23039 = 10+23029(prime)
10 = 7+3
141161= 4+1411573(prime)
4=2+2

so in a way yes except finding more primes under the number along the way.

even if you have a od dinstead of a prime as long as it can be brought down to a even number idf Goldbachs conjecture is right you could eventually find most primes by turning a row even then prime then a even odd then even then prime again etc. trying to get most primes out.

[CRGreathouse]

Quote:

Originally Posted by 3.14159

By the way, is this silly conjecture proven? (Every prime can be written as a sum of 2s and 3s.) And, who thought of it prior to me? I stumbled upon this quite a while ago.
I think I can generalize it to: Every integer greater than 3 can be written as a sum of 2s and 3s.

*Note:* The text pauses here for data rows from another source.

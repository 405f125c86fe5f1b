package main

import (
	"bytes"
	"os"
	"path/filepath"
	"slices"
	"strings"
	"testing"
)

// TestBadInputs runs every case in testdata/bad. NAME.want holds optional
// directives, then fragments:
//
//	args: FLAGS        extra flags for pcqc run
//	exit: ok           the input is awkward but fine: the run must succeed
//	                   (fragments are then looked for in summary.json,
//	                   report.md and scores.csv); without it the run must fail with status 2,
//	                   a one-line error holding every fragment, and no output
//	                   folder
//	generate: NAME     the data file is built by the test (too large to keep)
//	command: apply     score the file with pcqc apply against an audit of
//	                   testdata/datasets/usarrests.csv instead of running it
func TestBadInputs(t *testing.T) {
	// The audit folder for the apply cases, made once by the first of them.
	var audit string
	auditParent := t.TempDir()
	wants, err := filepath.Glob("../../testdata/bad/*.want")
	if err != nil || len(wants) == 0 {
		t.Fatalf("no cases found: %v", err)
	}
	for _, want := range wants {
		name := strings.TrimSuffix(filepath.Base(want), ".want")
		t.Run(name, func(t *testing.T) {
			spec, err := os.ReadFile(want)
			if err != nil {
				t.Fatal(err)
			}
			var extra, fragments []string
			ok, generate, apply := false, "", ""
			for _, line := range strings.Split(strings.TrimRight(string(spec), "\n"), "\n") {
				switch {
				case strings.HasPrefix(line, "args: "):
					extra = strings.Fields(strings.TrimPrefix(line, "args: "))
				case line == "exit: ok":
					ok = true
				case strings.HasPrefix(line, "generate: "):
					generate = strings.TrimPrefix(line, "generate: ")
				case line == "command: apply":
					if audit == "" {
						audit = applyAudit(t, auditParent)
					}
					apply = audit
				default:
					fragments = append(fragments, line)
				}
			}
			dir := t.TempDir()
			var input string
			if generate != "" {
				input = generateBadInput(t, dir, generate)
			} else {
				data, _ := filepath.Glob(filepath.Join(filepath.Dir(want), name+".*"))
				for _, d := range data {
					if !strings.HasSuffix(d, ".want") {
						input = d
					}
				}
			}
			if input == "" {
				t.Fatalf("no data file for %s", name)
			}
			out := filepath.Join(dir, "out")
			// Run from the data file's folder so that messages name the file
			// as the user typed it.
			abs, _ := filepath.Abs(input)
			wd, _ := os.Getwd()
			os.Chdir(filepath.Dir(abs))
			defer os.Chdir(wd)
			var stdout, stderr bytes.Buffer
			args := append([]string{"run", filepath.Base(abs), "--out", out}, extra...)
			if apply != "" {
				args[0] = "apply"
				args = append([]string{args[0], apply}, args[1:]...)
			}
			if ok {
				args = append(args, "--bootstrap", "20", "--permutations", "20", "--fail-on", "never")
				if !slices.Contains(extra, "--format") {
					args = append(args, "--format", "none")
				}
			}
			status := mainWithArgs(args, &stdout, &stderr)
			msg := stderr.String()
			if ok {
				if status != exitOK {
					t.Fatalf("exit status %d, want success; stderr: %s", status, msg)
				}
				var all strings.Builder
				for _, f := range []string{"summary.json", "report.md", "scores.csv"} {
					b, _ := os.ReadFile(filepath.Join(out, f))
					all.Write(b)
				}
				for _, f := range fragments {
					if !strings.Contains(all.String(), f) {
						t.Errorf("no output (summary.json, report.md, scores.csv) contains %q", f)
					}
				}
				return
			}
			if status != exitUsage {
				t.Errorf("exit status %d, want %d; stderr: %s", status, exitUsage, msg)
			}
			if strings.Count(msg, "\n") != 1 || len(msg) > 2000 {
				t.Errorf("error is not one short line (%d bytes): %.300q", len(msg), msg)
			}
			for _, f := range fragments {
				if !strings.Contains(msg, f) {
					t.Errorf("error %q does not contain %q", msg, f)
				}
			}
			if _, err := os.Stat(out); !os.IsNotExist(err) {
				t.Errorf("output folder exists after a failed run")
			}
			if left, _ := filepath.Glob(filepath.Join(dir, ".out.pcqc-tmp-*")); len(left) > 0 {
				t.Errorf("temporary folders left behind: %v", left)
			}
		})
	}
}

// applyAudit writes an audit of USArrests into parent, for the cases scored
// by apply.
func applyAudit(t *testing.T, parent string) string {
	t.Helper()
	train, err := filepath.Abs(usarrestsPath)
	if err != nil {
		t.Fatal(err)
	}
	dir := filepath.Join(parent, "audit")
	var stdout, stderr bytes.Buffer
	if status := mainWithArgs([]string{"run", train, "--out", dir, "--format", "none", "--bootstrap", "0", "--permutations", "20"}, &stdout, &stderr); status != exitOK {
		t.Fatalf("audit for the apply cases: status %d: %s", status, stderr.String())
	}
	return dir
}

// generateBadInput builds the inputs too large to keep in the repository.
func generateBadInput(t *testing.T, dir, kind string) string {
	t.Helper()
	switch kind {
	case "long-line":
		// 100 ordinary rows, then one line of 20 MB in a numeric column.
		var b strings.Builder
		b.WriteString("id,a,b\n")
		for i := 1; i <= 101; i++ {
			b.WriteString("s" + strings.Repeat("1", 1) + ",1.5,2.5\n")
		}
		b.WriteString("big," + strings.Repeat("x", 20_000_000) + ",1\n")
		return writeFile(t, dir, "long-line.csv", b.String())
	}
	t.Fatalf("unknown generated input %q", kind)
	return ""
}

Sylvester had a general solution to the problem of deciding the least integer N(A, B) such that all n > N could be represented as aA + bB. Your particular case was probably known to the ancients.

[3.14159]

Quote:

Sylvester had a general solution to the problem of deciding the least integer N(A, B) such that all n > N could be represented as aA + bB. Your particular case was probably known to the ancients.

The ancients?

[CRGreathouse]

YA RLY.

2 and 3 can be represented in that form, so for any n >= 4 just take the representation of n-2 and add a two. If you want at least one of each, start at 7 and 8 (and check 2 through 6). None of that was out of reach of the ancient Greeks or even Egyptians.

[science_man_88]

I know this is kinda out there but since prime + even = odd(or prime a subtype almost) and

prime + odd = even is it fair to say that if a number can't be expressed as the sum of 2 primes it can't be represented with even or odd numbers as well hence it should not exist ?

edit: primes>=3

[CRGreathouse]

Quote:

Originally Posted by science_man_88

prime + odd = even is it fair to say that if a number can't be expressed as the sum of 2 primes it can't be represented with even or odd numbers as well hence it should not exist ?

edit: primes>=3

No. The potential counterexample to Goldbach's conjecture is a number n such that for p = 3, 5, 7, 11, ..., precprime(n), 2n - p is composite. We don't think there is such a number, but parity considerations don't rule it out.

[science_man_88]

Quote:

Originally Posted by CRGreathouse

No. The potential counterexample to Goldbach's conjecture is a number n such that for p = 3, 5, 7, 11, ..., precprime(n), 2n - p is composite. We don't think there is such a number, but parity considerations don't rule it out.

I know nothing about that lol.

please explain what the added 2n-p means ? I ran precprime for n = 1,20 and If i'm right it's the most recent prime found. what does the 2n-p mean ?

[CRGreathouse]

Quote:

Originally Posted by science_man_88

what does the 2n-p mean ?

?

n is a positive integer, p is a prime number, and 2n-p is two times n minus p.

precprime(n) is the largest prime <= n.

[science_man_88]

Quote:

Originally Posted by CRGreathouse

?

n is a positive integer, p is a prime number, and 2n-p is two times n minus p.

precprime(n) is the largest prime <= n.

Okay good information. If n is half c then it becomes c-n(the n in my equation) which should come to the top of the 2 possible primes in my equations(according to your code).